Between a rock and a soft place: Ecological and feminist economics in policy debates
Julie A. Nelson
Ecological Economics (2009) 69(1): 1-8.
The field of ecological economics includes both economic analysis on the one hand, and discussions of normative values and visions for society, on the other. Using feminist insights into cultural beliefs about the relative "hardness" and "softness" of these two sides, this essay discusses how ecological economists can use this unique "between" space in order to better inform policy. The current crisis of global climate change, it is argued, requires that economists move beyond modeling and measurement, while ecological thinkers need to re-examine beliefs about markets and profit.

Climate economics: A meta-review and some suggestions for future research
Geoffrey Heal
Review of Environmental Economics and Policy (2009) 3(1): 4-21.
What have we learned from the outpouring of literature as a result of the Stern Review of the Economics of Climate Change? A lot. We have explored the models and the possible parameter values much more thoroughly. The Stern Review has catalyzed a fundamental rethinking of the economic case for action on climate change. We are now in a position to identify conditions that are sufficient to make a case for strong action on climate change, but more work is needed before we can have a fully satisfactory account of the relevant economics. In particular, we need to better understand how climate change affects natural capital — the natural environment and the ecosystems comprising it — and how this in turn affects human welfare.

Climate economics in four easy pieces
Frank Ackerman
Development (2008) 51(3): 325-331.
This article presents four principles that are fundamental to a sound analysis of climate economics. First, your grandchildren’s lives are important; a low discount rate is needed to validate concern about far-future outcomes. Second, we need to buy insurance for the planet; prevention of catastrophic worst-case risks, not response to most likely outcomes, should be the motivation for climate policy. Third, climate damages are too valuable to have prices; the impossibility of putting meaningful prices on human life, endangered species, and ecosystems defeats attempts at cost-benefit analysis of climate policy. Fourth, some costs are better than others; the ‘costs’ of active climate policies will create jobs, incomes, and new technologies, while avoiding the much worse costs of physical destruction by an increasingly extreme climate.

The economics of climate change
Nicholas Stern
American Economic Review: Papers & Proceedings (2008) 98(2): 1-37.
GHG emissions are an externality which is different from our usual examples in four key ways: (a) it is global in its origins and impacts; (b) some of the effects are very long term and governed by a flow-stock process; (c) there is a great deal of uncertainty in most steps of the scientific chain; and (d) the effects are potentially very large and many may be irreversible. Thus the economic analysis must place at its core: (i) the economics of risk and uncertainty; (ii) the links between economics and ethics (with potential trade-offs both within and between generations), as well as notions of responsibilities and rights in relation to others and the environment; and (iii) the role of international economic policy. The potential magnitude of impacts means that, for much of the analysis, we have to compare strategies that imply radically different development paths for the world. We cannot, therefore, rely only on the methods of marginal analysis.

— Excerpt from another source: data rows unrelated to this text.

def _two_level_rss(yy: np.ndarray, e: np.ndarray) -> Callable[[np.ndarray, np.ndarray], np.ndarray]:
    """RSS of y = p + q e (both free) on slices [c, j), by prefix sums: a function of index
    arrays c (column) and j (row) giving the matrix; zero where two readings or fewer (an exact
    fit)."""
    S1, Se, Se2, Sy, Sye, Syy = (_cum(v) for v in (np.ones(yy.size), e, e * e, yy, yy * e, yy * yy))

    def rss(c: np.ndarray, j: np.ndarray) -> np.ndarray:
        n_ = S1[j] - S1[c]
        se, se2 = Se[j] - Se[c], Se2[j] - Se2[c]
        sy, sye, syy = Sy[j] - Sy[c], Sye[j] - Sye[c], Syy[j] - Syy[c]
        det = n_ * se2 - se * se
        with np.errstate(divide="ignore", invalid="ignore"):
            p = (se2 * sy - se * sye) / det
            q = (n_ * sye - se * sy) / det
            r = syy - p * sy - q * sye
        return np.where(
            (n_ >= 3) & (det > 1e-12 * np.maximum(n_ * se2, 1e-300)), np.maximum(r, 0.0), 0.0
        )

    return rss


PAIR_GRID = 120  # candidates per side in the coarse pass: memory and time stay O(PAIR_GRID^2)


def _best_pair(
    total: Callable[[np.ndarray, np.ndarray], np.ndarray], c_lo: int, c_hi: int, j_hi: int
) -> tuple[int, int, float]:
    """(c, j) with c_lo <= c <= j <= j_hi, c <= c_hi, minimising total(c, j) (vectorised over
    index arrays).  Long windows: a coarse grid of PAIR_GRID candidates a side, then every index
    within one grid step of the coarse best, so cost stays bounded where a full matrix would
    not (3,000 readings: 9 million pairs)."""
    if c_hi < c_lo or j_hi < c_lo:
        return c_lo, c_lo, math.inf

    def search(cs: np.ndarray, js: np.ndarray) -> tuple[int, int, float]:
        c, j = cs[:, None], js[None, :]
        tot = np.where(j >= c, total(c, j), np.inf)
        a, b = np.unravel_index(int(np.argmin(tot)), tot.shape)
        return int(cs[a]), int(js[b]), float(tot[a, b])

    step = max(1, math.ceil((j_hi - c_lo + 1) / PAIR_GRID))
    cs = np.unique(np.append(np.arange(c_lo, c_hi + 1, step), c_hi))
    js = np.unique(np.append(np.arange(c_lo, j_hi + 1, step), j_hi))
    c0, j0, best = search(cs, js)
    if step == 1:
        return c0, j0, best
    cs = np.arange(max(c_lo, c0 - step), min(c_hi, c0 + step) + 1)
    js = np.arange(max(c_lo, j0 - step), min(j_hi, j0 + step) + 1)
    return search(cs, js)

Law and economics for a warming world
Lisa Heinzerling and Frank Ackerman
Harvard Law and Policy Review (2008) 1: 331-362.
This article argues that new assumptions and analyses are needed in both law and economics in order to comprehend and respond to climate change. Part I introduces the reasons why climate change requires new and different policy analyses. Part II examines the ways in which certain legal doctrines impede rather than encourage solutions to climate change. Part III does the same for core tenets of economics. Part IV concludes with recommendations for a revised approach to public policy.

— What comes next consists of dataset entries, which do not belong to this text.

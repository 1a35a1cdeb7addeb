#include "post/run_summary.hpp"

#include <algorithm>
#include <cmath>
#include <cstdio>

#include "core/constants.hpp"
#include "core/formatted_text.hpp"
#include "post/band_report.hpp"
#include "post/exposure_summary.hpp"
#include "post/port_quantities.hpp"

namespace lobe {
namespace {

/// The value as `format` prints it, without the sign of a value that rounds to zero ("-0.0").
std::string unsigned_zero_text(const char* format, Real value) {
  std::string text = formatted(format, value);
  if (text.front() == '-' && text.find_first_of("123456789") == std::string::npos) text.erase(0, 1);
  return text;
}

/// "12.3", or "n/a" where a figure is not defined.
std::string optional_text(const std::optional<Real>& value, const char* format) {
  return value ? unsigned_zero_text(format, *value) : std::string("n/a");
}

/// A beamwidth of no_half_power_deg reads as "omni": no half-power point in that plane.
std::string beamwidth_text(Real degrees) {
  return degrees >= no_half_power_deg ? std::string("omni") : formatted("%.0f", degrees);
}

/// Whether every frequency's polarisation figures are taken at its main beam.
bool polarization_at_beam(const RunRecord& run) {
  return std::all_of(run.results.begin(), run.results.end(), [](const FrequencyResult& r) {
    return r.polarization.toward.theta == r.beam.peak.theta && r.polarization.toward.phi == r.beam.peak.phi;
  });
}

/// Whether the field is linearly polarised (axial ratio above linear_axial_ratio_db) where
/// the polarisation figures are taken, at every frequency: their table then says so in a line.
bool linear_everywhere(const RunRecord& run) {
  return std::all_of(run.results.begin(), run.results.end(),
                     [](const FrequencyResult& r) { return r.polarization.axial_ratio_db >= linear_axial_ratio_db; });
}

/// "at the main beam" or "toward theta 0.0, phi 0.0 deg".
std::string polarization_place(const RunRecord& run) {
  const Direction toward = run.results.front().polarization.toward;
  return polarization_at_beam(run) ? "at the main beam"
                                   : formatted("toward theta %.1f, phi %.1f deg", toward.theta * 180 / pi,
                                               toward.phi * 180 / pi);
}

/// The beam's figures over the band, each at the centre and at its worst (post/beam_band_report).
std::string beam_band_text(const RunRecord& run, const Band& band) {
  const auto figures = beam_band_report(beam_curves(run.results), band.low_hz, band.high_hz);
  std::string out;
  // `extreme_word` names the extreme printed: the worst, or with `best` the other one.
  auto line = [&](const char* label, const std::string& name, const char* format, const char* extreme_word,
                  bool best = false) {
    const auto found = figures.find(name);
    if (found == figures.end()) {
      out += formatted("  %-15s n/a: not defined at some frequency of the band (a beam near the zenith over a ground "
                       "has no back)\n", label);
      return;
    }
    const BandFigure& f = found->second;
    auto text = [&](Real v) {
      if (name.rfind("beamwidth", 0) != 0) return unsigned_zero_text(format, v);
      return v >= no_half_power_deg ? std::string("omni (no half-power point)") : formatted(format, v);
    };
    const std::string centre = text(f.centre), extreme = text(best ? f.best : f.worst);
    out += formatted("  %-15s %s at the centre, %s in the band %s at %s\n", label, centre.c_str(), extreme_word, extreme.c_str(),
                     frequency_text(best ? f.best_hz : f.worst_hz).c_str());
  };
  line("gain", "gain", "%.2f dBi", "lowest");
  line("realized gain", "realized-gain", "%.2f dBi", "lowest");
  line("front-to-back", "front-to-back", "%.1f dB", "lowest");
  line("front-to-side", "front-to-side", "%.1f dB", "lowest");
  line("beamwidth theta", "beamwidth-theta", "%.0f deg", "widest");
  line("beamwidth phi", "beamwidth-phi", "%.0f deg", "widest");
  if (linear_everywhere(run)) {
    out += "  polarisation   linear " + polarization_place(run) + " (axial ratio above " +
           formatted("%.0f", linear_axial_ratio_db) + " dB at every frequency)\n";
  } else {
    out += "  " + polarization_place(run) + ":\n";
    line("axial ratio", "axial-ratio", "%.2f dB", "highest");
    // The hand the antenna radiates at the centre is judged by its lowest gain, the other
    // (cross-polar) hand by its highest.
    const bool right = figures.count("rhcp-gain") && figures.count("lhcp-gain") &&
                       figures.at("rhcp-gain").centre >= figures.at("lhcp-gain").centre;
    line("RHCP gain", "rhcp-gain", "%.2f dBi", right ? "lowest" : "highest", !right);
    line("LHCP gain", "lhcp-gain", "%.2f dBi", right ? "highest" : "lowest", right);
    line("cross-polar", "cross-polar", "%.1f dB", "lowest");
  }
  line("efficiency", "efficiency", "%.1f %%", "lowest");
  return out;
}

The economics of avoiding dangerous climate change: An editorial essay on the Stern Review
Terry Barker
Climatic Change (2008) 89: 173–194.
Mainstream economic thinking about the climate problem has shifted with the Stern Review from a single-discipline focus on cost-benefit analysis to a new inter-disciplinary and multi-disciplinary risk analysis. The economics of the Stern Review has been accepted by governments and the public as mainstream economic thinking on climate change, when in some critical respects it represents a radical departure from the traditional treatment. The conclusions regarding economic policy for climate change have shifted from "do little, later" to "take strong action urgently, before it is too late". This editorial sets out four issues of critical importance to the new conclusions about avoiding dangerous climate change: the complexity of the global energy-economy system (including the poverty and sustainability aspects of development), the ethics of intergenerational equity, the understanding from engineering and history about path dependence and induced technological change, and finally the politics of climate policy.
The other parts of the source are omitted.